== Task objective ==
In your answer, reproduce exactly the lines from the beginning of the listing below through the one containing "const S6 = 1.58969099521155010221e-10", and only those lines.

== Information given ==
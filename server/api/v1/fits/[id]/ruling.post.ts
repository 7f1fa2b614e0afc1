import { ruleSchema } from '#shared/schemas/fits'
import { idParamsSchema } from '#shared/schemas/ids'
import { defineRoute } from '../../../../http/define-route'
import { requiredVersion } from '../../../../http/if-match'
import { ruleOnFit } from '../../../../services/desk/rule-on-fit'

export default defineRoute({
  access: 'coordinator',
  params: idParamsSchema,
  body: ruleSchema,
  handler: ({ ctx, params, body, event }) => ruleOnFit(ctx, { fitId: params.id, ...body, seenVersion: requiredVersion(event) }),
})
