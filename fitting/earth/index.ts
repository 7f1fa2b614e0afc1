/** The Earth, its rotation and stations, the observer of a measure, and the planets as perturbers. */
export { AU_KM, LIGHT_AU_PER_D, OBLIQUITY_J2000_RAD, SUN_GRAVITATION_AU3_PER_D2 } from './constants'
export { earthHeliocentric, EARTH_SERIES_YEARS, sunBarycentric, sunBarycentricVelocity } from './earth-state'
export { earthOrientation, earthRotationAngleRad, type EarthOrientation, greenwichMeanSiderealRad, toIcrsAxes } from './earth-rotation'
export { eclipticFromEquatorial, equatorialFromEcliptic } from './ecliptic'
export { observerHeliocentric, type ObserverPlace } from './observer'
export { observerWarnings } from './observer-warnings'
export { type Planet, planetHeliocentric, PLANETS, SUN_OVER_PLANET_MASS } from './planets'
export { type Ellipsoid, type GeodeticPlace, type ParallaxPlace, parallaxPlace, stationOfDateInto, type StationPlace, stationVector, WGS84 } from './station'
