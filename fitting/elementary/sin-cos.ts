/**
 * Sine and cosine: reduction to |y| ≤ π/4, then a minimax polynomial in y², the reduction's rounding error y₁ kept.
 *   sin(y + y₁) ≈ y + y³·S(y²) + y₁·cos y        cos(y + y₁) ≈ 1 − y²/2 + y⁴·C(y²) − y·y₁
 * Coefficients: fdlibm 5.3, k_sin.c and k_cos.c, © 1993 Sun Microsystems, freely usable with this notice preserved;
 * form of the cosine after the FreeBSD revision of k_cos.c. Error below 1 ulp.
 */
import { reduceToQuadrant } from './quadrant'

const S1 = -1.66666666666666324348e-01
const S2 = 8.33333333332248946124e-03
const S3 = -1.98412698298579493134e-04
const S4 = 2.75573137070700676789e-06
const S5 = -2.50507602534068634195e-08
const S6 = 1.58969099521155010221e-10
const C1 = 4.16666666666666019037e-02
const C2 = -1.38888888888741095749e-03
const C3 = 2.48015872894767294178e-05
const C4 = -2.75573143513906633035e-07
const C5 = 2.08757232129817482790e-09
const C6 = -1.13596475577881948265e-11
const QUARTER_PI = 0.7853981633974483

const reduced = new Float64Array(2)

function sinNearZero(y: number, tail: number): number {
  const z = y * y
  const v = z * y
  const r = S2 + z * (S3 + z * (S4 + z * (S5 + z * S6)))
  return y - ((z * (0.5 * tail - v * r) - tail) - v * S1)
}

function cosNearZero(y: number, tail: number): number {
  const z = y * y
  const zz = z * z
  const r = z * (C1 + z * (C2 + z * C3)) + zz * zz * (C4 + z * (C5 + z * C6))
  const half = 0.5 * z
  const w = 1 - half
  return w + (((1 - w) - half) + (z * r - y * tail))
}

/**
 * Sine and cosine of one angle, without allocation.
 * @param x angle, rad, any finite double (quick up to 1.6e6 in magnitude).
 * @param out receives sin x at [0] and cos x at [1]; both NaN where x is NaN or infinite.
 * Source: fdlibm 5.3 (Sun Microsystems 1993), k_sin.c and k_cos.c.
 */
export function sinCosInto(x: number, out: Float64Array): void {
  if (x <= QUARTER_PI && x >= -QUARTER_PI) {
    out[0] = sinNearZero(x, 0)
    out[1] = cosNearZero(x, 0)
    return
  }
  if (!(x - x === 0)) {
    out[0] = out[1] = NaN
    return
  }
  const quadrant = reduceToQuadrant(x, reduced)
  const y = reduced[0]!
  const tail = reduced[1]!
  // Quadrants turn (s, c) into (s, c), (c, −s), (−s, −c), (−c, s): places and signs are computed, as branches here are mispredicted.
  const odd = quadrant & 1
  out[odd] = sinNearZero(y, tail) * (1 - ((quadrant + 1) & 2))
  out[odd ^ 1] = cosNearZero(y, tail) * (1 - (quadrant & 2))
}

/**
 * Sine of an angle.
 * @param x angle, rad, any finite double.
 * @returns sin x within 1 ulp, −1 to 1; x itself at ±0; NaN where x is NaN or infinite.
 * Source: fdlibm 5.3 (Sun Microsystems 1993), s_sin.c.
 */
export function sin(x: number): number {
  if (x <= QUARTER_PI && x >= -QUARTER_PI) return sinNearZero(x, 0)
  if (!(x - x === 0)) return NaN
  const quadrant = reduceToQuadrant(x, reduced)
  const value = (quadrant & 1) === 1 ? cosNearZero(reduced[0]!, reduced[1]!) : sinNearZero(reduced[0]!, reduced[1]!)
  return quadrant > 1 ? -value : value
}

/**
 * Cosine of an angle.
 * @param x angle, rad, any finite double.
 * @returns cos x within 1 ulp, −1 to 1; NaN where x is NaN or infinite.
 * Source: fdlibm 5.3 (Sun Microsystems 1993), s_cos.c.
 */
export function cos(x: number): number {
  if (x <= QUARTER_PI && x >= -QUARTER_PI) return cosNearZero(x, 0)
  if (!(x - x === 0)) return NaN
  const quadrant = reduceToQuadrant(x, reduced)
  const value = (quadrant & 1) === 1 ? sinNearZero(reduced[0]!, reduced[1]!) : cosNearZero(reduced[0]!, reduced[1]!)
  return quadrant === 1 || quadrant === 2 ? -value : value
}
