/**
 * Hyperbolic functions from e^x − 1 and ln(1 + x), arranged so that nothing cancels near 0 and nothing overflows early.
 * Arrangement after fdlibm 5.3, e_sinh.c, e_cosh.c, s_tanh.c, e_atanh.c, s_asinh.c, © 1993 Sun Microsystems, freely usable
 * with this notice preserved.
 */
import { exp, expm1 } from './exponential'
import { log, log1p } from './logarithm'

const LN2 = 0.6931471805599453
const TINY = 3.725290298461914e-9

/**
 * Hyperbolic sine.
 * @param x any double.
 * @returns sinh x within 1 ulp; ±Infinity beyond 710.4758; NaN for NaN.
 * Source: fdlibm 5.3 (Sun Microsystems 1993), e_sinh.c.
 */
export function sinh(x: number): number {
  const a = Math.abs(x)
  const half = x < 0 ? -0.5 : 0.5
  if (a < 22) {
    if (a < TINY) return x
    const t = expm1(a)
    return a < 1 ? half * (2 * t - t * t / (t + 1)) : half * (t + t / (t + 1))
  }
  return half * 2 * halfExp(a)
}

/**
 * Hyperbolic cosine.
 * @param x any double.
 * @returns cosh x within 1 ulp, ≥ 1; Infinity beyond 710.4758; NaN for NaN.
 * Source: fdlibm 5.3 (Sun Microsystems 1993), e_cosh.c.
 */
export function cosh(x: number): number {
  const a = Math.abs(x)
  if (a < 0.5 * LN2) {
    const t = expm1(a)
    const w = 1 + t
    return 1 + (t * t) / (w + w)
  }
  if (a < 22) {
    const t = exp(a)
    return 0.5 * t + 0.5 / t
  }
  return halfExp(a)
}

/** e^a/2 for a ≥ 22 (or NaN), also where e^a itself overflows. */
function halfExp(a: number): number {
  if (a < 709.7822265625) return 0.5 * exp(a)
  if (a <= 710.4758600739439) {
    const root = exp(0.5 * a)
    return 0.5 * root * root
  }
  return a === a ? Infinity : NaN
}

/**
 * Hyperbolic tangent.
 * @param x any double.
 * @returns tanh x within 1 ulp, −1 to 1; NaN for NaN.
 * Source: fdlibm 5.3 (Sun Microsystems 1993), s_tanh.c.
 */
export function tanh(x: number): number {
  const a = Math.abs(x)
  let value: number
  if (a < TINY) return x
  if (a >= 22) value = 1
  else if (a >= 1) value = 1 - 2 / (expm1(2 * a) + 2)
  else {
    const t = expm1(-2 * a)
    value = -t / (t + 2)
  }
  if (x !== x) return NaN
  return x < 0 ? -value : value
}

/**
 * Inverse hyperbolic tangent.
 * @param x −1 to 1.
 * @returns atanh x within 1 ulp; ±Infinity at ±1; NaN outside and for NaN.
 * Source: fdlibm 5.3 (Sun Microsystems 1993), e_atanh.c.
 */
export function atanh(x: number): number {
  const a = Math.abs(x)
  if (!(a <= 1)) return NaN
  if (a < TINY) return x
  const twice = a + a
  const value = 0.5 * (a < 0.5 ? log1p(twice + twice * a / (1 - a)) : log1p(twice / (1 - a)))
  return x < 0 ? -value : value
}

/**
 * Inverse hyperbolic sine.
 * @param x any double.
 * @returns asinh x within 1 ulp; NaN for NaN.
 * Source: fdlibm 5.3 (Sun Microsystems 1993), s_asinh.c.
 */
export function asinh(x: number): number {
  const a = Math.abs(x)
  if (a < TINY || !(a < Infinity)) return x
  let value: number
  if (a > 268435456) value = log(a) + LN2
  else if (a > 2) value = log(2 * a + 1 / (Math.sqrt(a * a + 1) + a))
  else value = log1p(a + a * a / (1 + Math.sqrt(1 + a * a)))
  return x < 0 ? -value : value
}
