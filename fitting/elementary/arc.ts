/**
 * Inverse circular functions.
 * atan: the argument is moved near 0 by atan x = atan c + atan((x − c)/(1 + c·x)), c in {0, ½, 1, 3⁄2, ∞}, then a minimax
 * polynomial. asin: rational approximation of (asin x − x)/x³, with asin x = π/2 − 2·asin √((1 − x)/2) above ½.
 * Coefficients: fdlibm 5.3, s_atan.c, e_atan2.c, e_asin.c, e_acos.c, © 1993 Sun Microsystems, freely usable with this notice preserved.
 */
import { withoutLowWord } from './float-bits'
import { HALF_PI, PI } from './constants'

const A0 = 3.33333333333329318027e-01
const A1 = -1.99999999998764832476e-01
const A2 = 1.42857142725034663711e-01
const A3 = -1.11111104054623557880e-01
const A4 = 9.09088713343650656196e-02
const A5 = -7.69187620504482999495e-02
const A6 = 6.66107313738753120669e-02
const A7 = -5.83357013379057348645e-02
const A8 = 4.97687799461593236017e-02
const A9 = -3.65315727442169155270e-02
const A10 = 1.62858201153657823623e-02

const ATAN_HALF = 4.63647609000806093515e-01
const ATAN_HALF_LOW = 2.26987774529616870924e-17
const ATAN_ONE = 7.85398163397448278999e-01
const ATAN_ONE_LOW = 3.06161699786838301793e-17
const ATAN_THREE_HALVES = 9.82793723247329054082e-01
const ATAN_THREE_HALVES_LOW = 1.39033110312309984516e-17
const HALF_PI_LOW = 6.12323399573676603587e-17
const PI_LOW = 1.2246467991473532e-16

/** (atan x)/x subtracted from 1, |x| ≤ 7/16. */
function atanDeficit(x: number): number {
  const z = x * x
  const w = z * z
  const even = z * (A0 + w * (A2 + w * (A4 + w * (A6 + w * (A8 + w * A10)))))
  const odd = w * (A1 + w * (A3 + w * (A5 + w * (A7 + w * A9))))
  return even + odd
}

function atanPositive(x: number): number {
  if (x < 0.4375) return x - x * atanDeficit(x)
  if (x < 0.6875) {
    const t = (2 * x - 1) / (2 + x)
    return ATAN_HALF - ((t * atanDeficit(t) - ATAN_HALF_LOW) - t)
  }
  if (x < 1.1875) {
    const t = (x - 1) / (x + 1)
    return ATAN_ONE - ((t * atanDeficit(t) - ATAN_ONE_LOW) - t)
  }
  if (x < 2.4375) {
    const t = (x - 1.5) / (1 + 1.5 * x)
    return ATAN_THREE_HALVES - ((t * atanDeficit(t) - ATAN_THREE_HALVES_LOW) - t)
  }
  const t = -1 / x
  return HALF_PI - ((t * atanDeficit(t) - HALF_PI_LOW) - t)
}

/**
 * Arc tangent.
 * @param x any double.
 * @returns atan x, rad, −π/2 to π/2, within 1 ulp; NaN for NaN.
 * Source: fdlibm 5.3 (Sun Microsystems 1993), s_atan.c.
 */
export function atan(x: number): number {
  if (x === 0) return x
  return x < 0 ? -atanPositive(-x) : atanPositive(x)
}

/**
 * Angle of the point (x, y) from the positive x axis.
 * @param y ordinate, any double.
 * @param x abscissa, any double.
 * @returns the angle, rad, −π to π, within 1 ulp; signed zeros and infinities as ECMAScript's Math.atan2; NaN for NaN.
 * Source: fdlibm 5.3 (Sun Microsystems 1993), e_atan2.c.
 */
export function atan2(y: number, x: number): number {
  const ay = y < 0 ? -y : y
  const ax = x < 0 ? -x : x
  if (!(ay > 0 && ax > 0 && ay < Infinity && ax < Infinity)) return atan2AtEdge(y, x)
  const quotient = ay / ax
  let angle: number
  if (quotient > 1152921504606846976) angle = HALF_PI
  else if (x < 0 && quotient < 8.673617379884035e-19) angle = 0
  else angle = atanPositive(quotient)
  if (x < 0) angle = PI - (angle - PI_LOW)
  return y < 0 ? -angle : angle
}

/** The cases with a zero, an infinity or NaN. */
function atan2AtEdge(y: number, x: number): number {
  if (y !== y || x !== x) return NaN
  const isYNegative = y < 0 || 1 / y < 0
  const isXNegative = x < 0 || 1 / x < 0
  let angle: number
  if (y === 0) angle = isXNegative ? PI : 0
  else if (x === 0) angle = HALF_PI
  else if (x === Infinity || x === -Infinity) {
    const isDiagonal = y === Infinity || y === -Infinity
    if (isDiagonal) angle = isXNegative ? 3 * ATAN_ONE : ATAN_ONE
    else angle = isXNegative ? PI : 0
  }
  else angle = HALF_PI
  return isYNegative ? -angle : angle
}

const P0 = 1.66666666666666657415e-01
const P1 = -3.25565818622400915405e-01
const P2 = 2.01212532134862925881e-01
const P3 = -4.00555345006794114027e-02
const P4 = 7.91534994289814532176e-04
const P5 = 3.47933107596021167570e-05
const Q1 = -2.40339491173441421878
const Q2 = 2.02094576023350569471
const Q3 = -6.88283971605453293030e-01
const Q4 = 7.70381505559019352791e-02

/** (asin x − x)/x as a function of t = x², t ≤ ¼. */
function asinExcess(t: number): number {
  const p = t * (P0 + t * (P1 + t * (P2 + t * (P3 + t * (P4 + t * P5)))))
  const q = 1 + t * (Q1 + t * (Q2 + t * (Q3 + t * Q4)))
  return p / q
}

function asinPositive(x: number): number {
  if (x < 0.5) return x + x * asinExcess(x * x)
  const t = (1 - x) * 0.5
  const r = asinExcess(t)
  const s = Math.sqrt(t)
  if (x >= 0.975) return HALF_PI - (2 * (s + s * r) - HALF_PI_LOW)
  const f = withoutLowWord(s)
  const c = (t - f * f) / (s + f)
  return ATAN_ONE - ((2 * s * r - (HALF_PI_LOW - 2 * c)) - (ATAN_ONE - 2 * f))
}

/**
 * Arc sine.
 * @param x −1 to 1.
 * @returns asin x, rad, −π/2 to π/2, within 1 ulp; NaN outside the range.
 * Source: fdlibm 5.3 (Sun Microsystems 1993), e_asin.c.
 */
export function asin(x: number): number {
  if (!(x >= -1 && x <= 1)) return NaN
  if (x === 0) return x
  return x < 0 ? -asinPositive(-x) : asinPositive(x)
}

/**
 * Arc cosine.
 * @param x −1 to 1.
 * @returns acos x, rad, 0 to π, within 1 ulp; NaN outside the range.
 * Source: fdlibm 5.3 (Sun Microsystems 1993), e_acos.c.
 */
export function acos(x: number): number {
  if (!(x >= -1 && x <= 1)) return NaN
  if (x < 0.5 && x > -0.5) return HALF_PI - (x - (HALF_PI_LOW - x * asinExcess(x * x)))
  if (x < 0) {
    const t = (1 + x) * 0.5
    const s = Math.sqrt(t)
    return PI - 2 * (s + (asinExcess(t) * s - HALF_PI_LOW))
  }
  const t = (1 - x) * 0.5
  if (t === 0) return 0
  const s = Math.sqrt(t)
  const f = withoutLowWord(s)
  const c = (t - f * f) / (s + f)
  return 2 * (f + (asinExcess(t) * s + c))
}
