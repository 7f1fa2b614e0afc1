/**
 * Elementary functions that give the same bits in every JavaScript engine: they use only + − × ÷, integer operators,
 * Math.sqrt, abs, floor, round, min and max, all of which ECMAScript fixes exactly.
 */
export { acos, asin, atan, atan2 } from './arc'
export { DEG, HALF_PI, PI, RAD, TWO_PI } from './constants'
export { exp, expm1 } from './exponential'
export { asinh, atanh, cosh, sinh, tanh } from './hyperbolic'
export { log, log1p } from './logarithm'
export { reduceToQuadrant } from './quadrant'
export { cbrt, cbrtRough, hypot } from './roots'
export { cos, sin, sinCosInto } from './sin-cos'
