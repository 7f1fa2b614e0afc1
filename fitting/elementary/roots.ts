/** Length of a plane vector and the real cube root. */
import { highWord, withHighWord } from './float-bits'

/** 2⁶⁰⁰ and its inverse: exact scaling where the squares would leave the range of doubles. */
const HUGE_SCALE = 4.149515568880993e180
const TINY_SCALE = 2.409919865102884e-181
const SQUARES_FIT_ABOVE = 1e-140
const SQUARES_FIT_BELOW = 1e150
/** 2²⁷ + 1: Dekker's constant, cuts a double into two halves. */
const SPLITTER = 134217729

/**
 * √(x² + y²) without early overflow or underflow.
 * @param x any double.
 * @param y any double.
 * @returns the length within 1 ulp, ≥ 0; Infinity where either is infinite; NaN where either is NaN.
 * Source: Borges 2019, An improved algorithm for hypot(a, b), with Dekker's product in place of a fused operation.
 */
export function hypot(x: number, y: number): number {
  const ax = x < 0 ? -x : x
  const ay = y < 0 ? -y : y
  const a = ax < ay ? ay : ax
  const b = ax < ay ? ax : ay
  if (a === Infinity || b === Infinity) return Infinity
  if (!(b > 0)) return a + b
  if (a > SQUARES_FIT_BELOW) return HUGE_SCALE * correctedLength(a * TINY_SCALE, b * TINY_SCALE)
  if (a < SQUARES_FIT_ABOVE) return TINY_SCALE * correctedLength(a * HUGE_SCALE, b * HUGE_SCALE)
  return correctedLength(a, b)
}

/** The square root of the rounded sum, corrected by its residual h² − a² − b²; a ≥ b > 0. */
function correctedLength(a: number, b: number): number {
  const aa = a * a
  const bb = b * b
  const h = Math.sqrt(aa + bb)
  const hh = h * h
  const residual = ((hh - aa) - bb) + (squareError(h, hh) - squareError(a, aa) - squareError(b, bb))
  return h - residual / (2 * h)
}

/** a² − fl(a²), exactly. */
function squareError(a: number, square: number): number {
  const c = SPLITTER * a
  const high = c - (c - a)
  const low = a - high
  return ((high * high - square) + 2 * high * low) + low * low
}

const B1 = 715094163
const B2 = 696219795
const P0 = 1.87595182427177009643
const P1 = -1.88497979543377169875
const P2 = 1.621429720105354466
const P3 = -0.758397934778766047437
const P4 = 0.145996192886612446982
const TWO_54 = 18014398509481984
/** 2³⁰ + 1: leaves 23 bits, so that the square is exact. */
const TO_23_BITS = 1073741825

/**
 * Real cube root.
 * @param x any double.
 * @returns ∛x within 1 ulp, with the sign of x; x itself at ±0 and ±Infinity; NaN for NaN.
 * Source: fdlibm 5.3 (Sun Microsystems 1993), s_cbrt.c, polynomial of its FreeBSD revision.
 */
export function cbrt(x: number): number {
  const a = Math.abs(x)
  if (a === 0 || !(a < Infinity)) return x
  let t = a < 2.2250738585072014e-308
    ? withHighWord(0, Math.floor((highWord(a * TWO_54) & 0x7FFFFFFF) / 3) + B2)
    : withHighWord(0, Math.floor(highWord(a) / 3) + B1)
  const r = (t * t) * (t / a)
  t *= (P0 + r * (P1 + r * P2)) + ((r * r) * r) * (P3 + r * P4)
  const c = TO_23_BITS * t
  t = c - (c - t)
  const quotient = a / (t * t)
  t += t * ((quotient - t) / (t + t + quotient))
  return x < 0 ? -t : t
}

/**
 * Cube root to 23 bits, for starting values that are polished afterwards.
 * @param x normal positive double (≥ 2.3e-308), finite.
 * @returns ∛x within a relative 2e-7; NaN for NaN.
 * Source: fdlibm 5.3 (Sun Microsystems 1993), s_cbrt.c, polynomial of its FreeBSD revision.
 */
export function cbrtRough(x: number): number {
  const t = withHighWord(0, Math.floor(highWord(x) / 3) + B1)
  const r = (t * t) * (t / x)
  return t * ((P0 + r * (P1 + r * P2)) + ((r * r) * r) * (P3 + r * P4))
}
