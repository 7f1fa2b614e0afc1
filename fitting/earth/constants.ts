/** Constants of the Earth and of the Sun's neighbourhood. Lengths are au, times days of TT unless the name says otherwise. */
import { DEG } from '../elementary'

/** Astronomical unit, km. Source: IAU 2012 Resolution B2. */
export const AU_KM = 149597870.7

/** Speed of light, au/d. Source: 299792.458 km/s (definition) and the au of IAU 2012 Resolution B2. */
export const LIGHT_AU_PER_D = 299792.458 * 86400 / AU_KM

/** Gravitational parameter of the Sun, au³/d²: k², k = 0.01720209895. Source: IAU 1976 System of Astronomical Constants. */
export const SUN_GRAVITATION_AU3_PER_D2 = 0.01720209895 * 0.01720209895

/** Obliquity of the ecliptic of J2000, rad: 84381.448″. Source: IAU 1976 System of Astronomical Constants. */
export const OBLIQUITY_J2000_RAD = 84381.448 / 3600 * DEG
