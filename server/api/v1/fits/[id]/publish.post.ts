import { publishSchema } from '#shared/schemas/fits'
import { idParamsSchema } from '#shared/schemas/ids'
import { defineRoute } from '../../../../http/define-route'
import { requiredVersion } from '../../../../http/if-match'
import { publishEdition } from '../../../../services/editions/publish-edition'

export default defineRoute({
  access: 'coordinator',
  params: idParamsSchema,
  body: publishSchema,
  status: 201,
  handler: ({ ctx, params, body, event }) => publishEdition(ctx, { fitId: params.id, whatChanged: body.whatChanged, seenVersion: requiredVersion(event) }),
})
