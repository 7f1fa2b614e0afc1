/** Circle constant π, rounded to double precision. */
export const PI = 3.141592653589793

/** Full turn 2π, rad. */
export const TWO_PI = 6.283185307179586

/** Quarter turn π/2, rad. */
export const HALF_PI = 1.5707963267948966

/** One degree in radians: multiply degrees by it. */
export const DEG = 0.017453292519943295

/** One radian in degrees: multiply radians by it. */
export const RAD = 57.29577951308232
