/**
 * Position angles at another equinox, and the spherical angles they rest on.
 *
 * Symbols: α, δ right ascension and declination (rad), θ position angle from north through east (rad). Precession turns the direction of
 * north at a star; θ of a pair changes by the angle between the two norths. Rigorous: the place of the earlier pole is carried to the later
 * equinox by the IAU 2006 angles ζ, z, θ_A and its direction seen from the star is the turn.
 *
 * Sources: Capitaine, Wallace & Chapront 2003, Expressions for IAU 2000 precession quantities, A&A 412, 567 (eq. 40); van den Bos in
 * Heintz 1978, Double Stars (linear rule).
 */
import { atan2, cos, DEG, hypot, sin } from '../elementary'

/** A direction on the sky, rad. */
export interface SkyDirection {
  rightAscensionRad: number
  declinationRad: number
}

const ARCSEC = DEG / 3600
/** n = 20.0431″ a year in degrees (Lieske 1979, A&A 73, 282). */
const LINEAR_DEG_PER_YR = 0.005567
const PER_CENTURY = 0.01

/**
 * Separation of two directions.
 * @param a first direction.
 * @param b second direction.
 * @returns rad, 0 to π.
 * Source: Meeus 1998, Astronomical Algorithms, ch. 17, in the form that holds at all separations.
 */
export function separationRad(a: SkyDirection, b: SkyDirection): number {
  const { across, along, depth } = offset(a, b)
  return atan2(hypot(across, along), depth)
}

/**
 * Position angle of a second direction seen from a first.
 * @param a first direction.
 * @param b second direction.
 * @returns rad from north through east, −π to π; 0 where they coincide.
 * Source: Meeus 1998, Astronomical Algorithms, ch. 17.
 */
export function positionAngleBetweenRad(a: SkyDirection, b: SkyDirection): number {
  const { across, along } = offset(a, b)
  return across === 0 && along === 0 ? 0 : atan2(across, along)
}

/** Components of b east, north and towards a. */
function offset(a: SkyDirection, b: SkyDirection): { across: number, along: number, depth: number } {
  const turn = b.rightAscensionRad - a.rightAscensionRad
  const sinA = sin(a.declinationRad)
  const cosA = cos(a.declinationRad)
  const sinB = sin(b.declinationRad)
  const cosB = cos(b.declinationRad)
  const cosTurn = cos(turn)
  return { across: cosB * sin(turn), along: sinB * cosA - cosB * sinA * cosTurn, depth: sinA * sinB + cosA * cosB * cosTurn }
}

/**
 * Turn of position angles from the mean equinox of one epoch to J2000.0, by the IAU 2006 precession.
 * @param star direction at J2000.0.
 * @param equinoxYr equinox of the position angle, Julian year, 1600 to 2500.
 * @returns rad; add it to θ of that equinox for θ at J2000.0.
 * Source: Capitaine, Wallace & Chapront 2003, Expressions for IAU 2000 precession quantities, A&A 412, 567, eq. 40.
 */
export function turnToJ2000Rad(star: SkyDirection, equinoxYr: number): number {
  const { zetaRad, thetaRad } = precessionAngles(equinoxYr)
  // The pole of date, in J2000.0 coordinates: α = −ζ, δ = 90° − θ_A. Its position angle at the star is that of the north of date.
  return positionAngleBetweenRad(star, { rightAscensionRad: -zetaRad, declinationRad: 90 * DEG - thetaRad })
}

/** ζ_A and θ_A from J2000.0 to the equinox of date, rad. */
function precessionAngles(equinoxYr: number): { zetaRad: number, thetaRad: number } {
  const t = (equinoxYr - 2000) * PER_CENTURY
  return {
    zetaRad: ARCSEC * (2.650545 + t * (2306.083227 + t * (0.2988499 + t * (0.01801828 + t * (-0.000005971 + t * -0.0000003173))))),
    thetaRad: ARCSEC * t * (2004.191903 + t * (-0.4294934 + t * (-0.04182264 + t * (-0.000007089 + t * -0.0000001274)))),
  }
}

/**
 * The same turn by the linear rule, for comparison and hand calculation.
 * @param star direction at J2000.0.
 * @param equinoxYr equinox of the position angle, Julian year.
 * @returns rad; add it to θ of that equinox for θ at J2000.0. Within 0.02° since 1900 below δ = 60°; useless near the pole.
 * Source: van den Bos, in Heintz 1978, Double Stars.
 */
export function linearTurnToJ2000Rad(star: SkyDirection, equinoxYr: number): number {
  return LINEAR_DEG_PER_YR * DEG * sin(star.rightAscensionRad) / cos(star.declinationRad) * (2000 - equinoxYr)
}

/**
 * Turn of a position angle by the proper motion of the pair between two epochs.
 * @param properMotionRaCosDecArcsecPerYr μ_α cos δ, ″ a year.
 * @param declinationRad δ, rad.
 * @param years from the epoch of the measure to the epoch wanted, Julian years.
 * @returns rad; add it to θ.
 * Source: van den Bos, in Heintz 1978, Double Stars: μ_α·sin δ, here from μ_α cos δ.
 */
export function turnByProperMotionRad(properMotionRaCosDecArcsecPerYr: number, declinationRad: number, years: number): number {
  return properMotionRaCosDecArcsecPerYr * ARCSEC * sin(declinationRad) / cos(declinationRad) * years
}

== Result ==
filename server/api/v1/fits/[id]/ruling.post.ts
repository 7f1fa2b614e0afc1
import { ruleSchema } from '#shared/schemas/fits'
import { idParamsSchema } from '#shared/schemas/ids'
import { defineRoute } from '../../../../http/define-route'
import { requiredVersion } from '../../../../http/if-match'
import { ruleOnFit } from '../../../../services/desk/rule-on-fit'

export default defineRoute({
  access: 'coordinator',
  params: idParamsSchema,
  body: ruleSchema,
  handler: ({ ctx, params, body, event }) => ruleOnFit(ctx, { fitId: params.id, ...body, seenVersion: requiredVersion(event) }),
})
filename fitting/earth/index.ts
repository 7f1fa2b614e0afc1
/** The Earth, its rotation and stations, the observer of a measure, and the planets as perturbers. */
export { AU_KM, LIGHT_AU_PER_D, OBLIQUITY_J2000_RAD, SUN_GRAVITATION_AU3_PER_D2 } from './constants'
export { earthHeliocentric, EARTH_SERIES_YEARS, sunBarycentric, sunBarycentricVelocity } from './earth-state'
export { earthOrientation, earthRotationAngleRad, type EarthOrientation, greenwichMeanSiderealRad, toIcrsAxes } from './earth-rotation'
export { eclipticFromEquatorial, equatorialFromEcliptic } from './ecliptic'
export { observerHeliocentric, type ObserverPlace } from './observer'
export { observerWarnings } from './observer-warnings'
export { type Planet, planetHeliocentric, PLANETS, SUN_OVER_PLANET_MASS } from './planets'
export { type Ellipsoid, type GeodeticPlace, type ParallaxPlace, parallaxPlace, stationOfDateInto, type StationPlace, stationVector, WGS84 } from './station'
filename fitting/elementary/sin-cos.ts
/**
 * Sine and cosine: reduction to |y| ≤ π/4, then a minimax polynomial in y², the reduction's rounding error y₁ kept.
 *   sin(y + y₁) ≈ y + y³·S(y²) + y₁·cos y        cos(y + y₁) ≈ 1 − y²/2 + y⁴·C(y²) − y·y₁
 * Coefficients: fdlibm 5.3, k_sin.c and k_cos.c, © 1993 Sun Microsystems, freely usable with this notice preserved;
 * form of the cosine after the FreeBSD revision of k_cos.c. Error below 1 ulp.
 */
import { reduceToQuadrant } from './quadrant'

const S1 = -1.66666666666666324348e-01
const S2 = 8.33333333332248946124e-03
const S3 = -1.98412698298579493134e-04
const S4 = 2.75573137070700676789e-06
const S5 = -2.50507602534068634195e-08
const S6 = 1.58969099521155010221e-10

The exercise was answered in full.